SparseMM: Head Sparsity Emerges from Visual Concept Responses in MLLMs (2506.05344v1)

Published 5 Jun 2025 in cs.CV

Abstract: Multimodal LLMs (MLLMs) are commonly derived by extending pre-trained LLMs with visual capabilities. In this work, we investigate how MLLMs process visual inputs by analyzing their attention mechanisms. We reveal a surprising sparsity phenomenon: only a small subset (approximately less than 5%) of attention heads in LLMs actively contribute to visual understanding, termed visual heads. To identify these heads efficiently, we design a training-free framework that quantifies head-level visual relevance through targeted response analysis. Building on this discovery, we introduce SparseMM, a KV-Cache optimization strategy that allocates asymmetric computation budgets to heads in LLMs based on their visual scores, leveraging the sparity of visual heads for accelerating the inference of MLLMs. Compared with prior KV-Cache acceleration methods that ignore the particularity of visual, SparseMM prioritizes stress and retaining visual semantics during decoding. Extensive evaluations across mainstream multimodal benchmarks demonstrate that SparseMM achieves superior accuracy-efficiency trade-offs. Notably, SparseMM delivers 1.38x real-time acceleration and 52% memory reduction during generation while maintaining performance parity on efficiency test. Our project is open sourced at https://github.com/CR400AF-A/SparseMM.

Summary

The paper reveals that less than 5% of attention heads are crucial for visual processing in MLLMs, challenging the assumption of uniform contribution.
The paper introduces a training-free KV-Cache optimization framework that quantifies head-level visual relevance to efficiently allocate computational resources.
The study achieves a 1.38× real-time acceleration and 52% memory reduction, indicating significant performance gains for scalable multimodal applications.

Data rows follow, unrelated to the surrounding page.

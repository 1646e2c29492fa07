import { columnIndex, readCsv, type TextTable } from "../data/csv.ts";
import { addMonths, type Day, isoDay } from "../data/day.ts";
import type { RawFinding } from "../data/finding.ts";
import type { Interval, Occasion } from "../data/occasion.ts";
import type { Files } from "../effects/effects.ts";
import { InputError } from "../errors.ts";
import { dayReader } from "./day-format.ts";
import { cellError, numberCell } from "./numbers.ts";
import type { OccasionOptions } from "./options.ts";

export interface OccasionResult {
  readonly occasions: readonly Occasion[];
  readonly intervals: readonly Interval[];
  readonly findings: readonly RawFinding[];
}

/** A length this near to a whole number of years counts as that number under `whole years`. */
const WHOLE_YEAR_DAYS = 18;

/**
 * Reads the occasions, one row each, in order of time, and the intervals between their mid-dates (methods §1).
 * Throws `study.occasion-date`, `study.occasion-ends-early`, `study.occasion-order`, `study.occasion-overlap`,
 * `study.occasion-name`, `study.effort` and `study.too-few-occasions`.
 */
export async function readOccasions(options: OccasionOptions, files: Files): Promise<OccasionResult> {
  const table = readCsv(await files.readText(options.file), options.file);
  const at = {
    name: columnIndex(table, options.name, "occasions.name"),
    start: columnIndex(table, options.start, "occasions.start"),
    end: columnIndex(table, options.end, "occasions.end"),
    effort: options.effort === undefined ? -1 : columnIndex(table, options.effort, "occasions.effort"),
  };
  const read = dayReader(options.format, "occasions.format");
  const day = (row: number, column: number): Day => {
    const value = read(table.rows[row].cells[column]);
    if (!Number.isNaN(value)) return value;
    throw cellError(table, row, column, {
      name: "study.occasion-date",
      expected: `a date written as ${options.format}`,
      remedy: "mend the date, or state how dates are written under occasions.format",
    });
  };
  const occasions = table.rows.map((row, index): Occasion => {
    const first = day(index, at.start);
    const last = day(index, at.end);
    const effort = at.effort < 0 ? Number.NaN : effortOf(table, index, at.effort);
    return { index, name: row.cells[at.name], first, last, effort };
  });
  checkNames(table, at.name);
  checkTimes(table, occasions, at.start, at.end);
  if (occasions.length < 2)
    throw new InputError({
      name: "study.too-few-occasions",
      expected: "at least 2 occasions, so that there is an interval between them",
      found: `${occasions.length} ${occasions.length === 1 ? "occasion" : "occasions"}`,
      where: { file: options.file },
      remedy: "add the missing rows: one for each visit",
    });
  return { occasions, intervals: intervalsBetween(occasions, options.lengths), findings: [] };
}

function effortOf(table: TextTable, row: number, column: number): number {
  const value = numberCell(table, row, column);
  if (Number.isNaN(value) || value > 0) return value;
  throw cellError(table, row, column, {
    name: "study.effort",
    expected: "an effort above 0",
    remedy: "leave the cell empty if the effort is not known, or drop the occasion if nobody looked",
  });
}

/** Names must be there and differ: intervals, captures and ready-made values are told apart by them. */
function checkNames(table: TextTable, column: number): void {
  const lines = new Map<string, number>();
  table.rows.forEach(({ line, cells }, row) => {
    const name = cells[column];
    const before = lines.get(name);
    if (name !== "" && before === undefined) {
      lines.set(name, line);
      return;
    }
    throw cellError(table, row, column, {
      name: "study.occasion-name",
      expected: before === undefined ? "a name for the occasion" : `a name of its own (see line ${before})`,
      remedy: "give each occasion its own name, e.g. its year",
    });
  });
}

function checkTimes(table: TextTable, occasions: readonly Occasion[], start: number, end: number): void {
  occasions.forEach((one, row) => {
    if (one.last < one.first)
      throw cellError(table, row, end, {
        name: "study.occasion-ends-early",
        expected: `a last day on or after the first, ${isoDay(one.first)}`,
        remedy: "swap the two dates or mend the wrong one; both days belong to the occasion",
      });
    if (row === 0) return;
    const before = occasions[row - 1];
    const line = table.rows[row - 1].line;
    if (one.first < before.first)
      throw cellError(table, row, start, {
        name: "study.occasion-order",
        expected: `occasions in order of time, this one after ${isoDay(before.last)} (line ${line})`,
        remedy: "sort the rows by date",
      });
    if (one.first <= before.last)
      throw cellError(table, row, start, {
        name: "study.occasion-overlap",
        expected: `a first day after the last day of the occasion before, ${isoDay(before.last)} (line ${line})`,
        remedy: "mend the dates or join the two occasions: a day belongs to one occasion only",
      });
  });
}

/** The mid-date: the day that holds the middle of the occasion's days, both ends included. */
export function midDate(occasion: Occasion): Day {
  return Math.floor((occasion.first + occasion.last + 1) / 2);
}

export function intervalName(before: Occasion, after: Occasion): string {
  return `${before.name} to ${after.name}`;
}

export function intervalsBetween(
  occasions: readonly Occasion[],
  lengths: OccasionOptions["lengths"],
): readonly Interval[] {
  return occasions.slice(1).map((after, index) => {
    const before = occasions[index];
    const [start, end] = [midDate(before), midDate(after)];
    return {
      index,
      name: intervalName(before, after),
      start,
      end,
      length: yearsBetween(start, end, lengths),
    };
  });
}

/**
 * Years from `start` to `end`: whole anniversaries plus the remaining days / 365.25; under `whole years` a length
 * within 18 days of n anniversaries, n ≥ 1, is n (methods §1). The anniversary of 29 February is 28 February in
 * common years.
 */
export function yearsBetween(start: Day, end: Day, lengths: OccasionOptions["lengths"]): number {
  const anniversary = (years: number) => addMonths(start, 12 * years);
  const near = Math.round((end - start) / 365.25);
  if (lengths === "whole years" && near >= 1 && Math.abs(end - anniversary(near)) <= WHOLE_YEAR_DAYS)
    return near;
  const whole = anniversary(near) <= end ? near : near - 1;
  return whole + (end - anniversary(whole)) / 365.25;
}
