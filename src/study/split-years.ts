import { addMonths, type Day } from "../data/day.ts";
import type { Interval } from "../data/occasion.ts";

/** A length within 18 days of a whole number of years is cut at anniversaries. */
const WHOLE_YEAR_SLACK = 18 / 365.25;

export interface SplitIntervals {
  /** The years, in order of time; an interval of about one year stays as it is. */
  readonly years: readonly Interval[];
  /** The interval that each year is of. */
  readonly yearsOf: Int32Array;
}

/**
 * Cuts intervals of 1.5 years and more into years (methods §1, `split: years`): at anniversaries where the length is a
 * whole number of years to 18 days, else into equal parts. The parts share the length equally and are named
 * `2003 to 2005, year 1 of 2`. Intervals without dates are cut by their length alone.
 */
export function splitIntervals(intervals: readonly Interval[]): SplitIntervals {
  const years: Interval[] = [];
  const yearsOf: number[] = [];
  for (const one of intervals) {
    const count = Math.max(1, Math.round(one.length));
    for (let k = 0; k < count; k++) {
      yearsOf.push(one.index);
      years.push({
        index: years.length,
        name: count === 1 ? one.name : `${one.name}, year ${k + 1} of ${count}`,
        start: cut(one, k, count),
        end: cut(one, k + 1, count),
        length: one.length / count,
      });
    }
  }
  return { years, yearsOf: Int32Array.from(yearsOf) };
}

function cut({ start, end, length }: Interval, k: number, count: number): Day {
  if (k === 0) return start;
  if (k === count) return end;
  if (!Number.isFinite(start)) return Number.NaN;
  if (Math.abs(length - count) <= WHOLE_YEAR_SLACK) return addMonths(start, 12 * k);
  return start + Math.round((k * (end - start)) / count);
}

Overview of SparseMM: Head Sparsity in Multimodal LLMs

The paper "SparseMM: Head Sparsity Emerges from Visual Concept Responses in MLLMs" presents an incisive exploration into the sparsity phenomenon observed in Multimodal LLMs (MLLMs) and introduces SparseMM, a computationally efficient KV-Cache optimization framework. Authored by researchers from Tsinghua University and Tencent Hunyuan Research, the paper examines the attention mechanisms of MLLMs which integrate visual capabilities alongside traditional text processing.

Key Discoveries and Methodologies

The authors uncover that only a limited subset—approximately less than 5%—of attention heads in an MLLM, referred to as visual heads, actively contribute to visual understanding, facilitating the processing of visual inputs. This discovery challenges existing assumptions about the uniform contribution of attention heads toward multimodal comprehension. The paper proposes an innovative training-free framework to efficiently identify these visual heads by quantifying head-level visual relevance, a process pivotal for optimizing computational resources.

SparseMM leverages the identified sparsity in visual heads by implementing a KV-Cache optimization strategy. This involves asymmetric allocation of computational budgets according to visual relevance scores, emphasizing the retention of visual semantics without compromising on efficiency across multimodal tasks. Comparative evaluations with existing KV-Cache methods demonstrate SparseMM’s ability to achieve superior accuracy-efficiency trade-offs, delivering notable performance gains such as 1.38× real-time acceleration and 52% reduction in memory usage during generation processes in multimodal LLMs.

Implications and Future Directions

From a practical standpoint, the research informs the design of more computationally efficient MLLMs, significantly enhancing performance scalability in resource-constrained environments. These implications are of particular relevance in the context of deploying MLLMs for real-time applications that involve extensive visual data processing, such as high-resolution image and video tasks.

Theoretically, the findings stimulate discourse on the nuanced roles of attention heads in multimodal learning, inviting further inquiry into optimal architecture designs that better harness the capabilities of visual heads. Future research can build upon SparseMM to investigate its application to other multimodal combinations beyond vision-language integration and explore adaptations for emerging AI models with even more complex input modalities.

In summary, the paper makes a compelling case for acknowledging the sparse distribution of attention heads dedicated to visual content processing, paving the way for more targeted approaches in optimizing MLLM performance. As AI systems increasingly engage with diverse data types and modalities, the insights provided by SparseMM can guide the advancement of next-generation models that withstand the demands of both computational intensity and multimodal comprehension.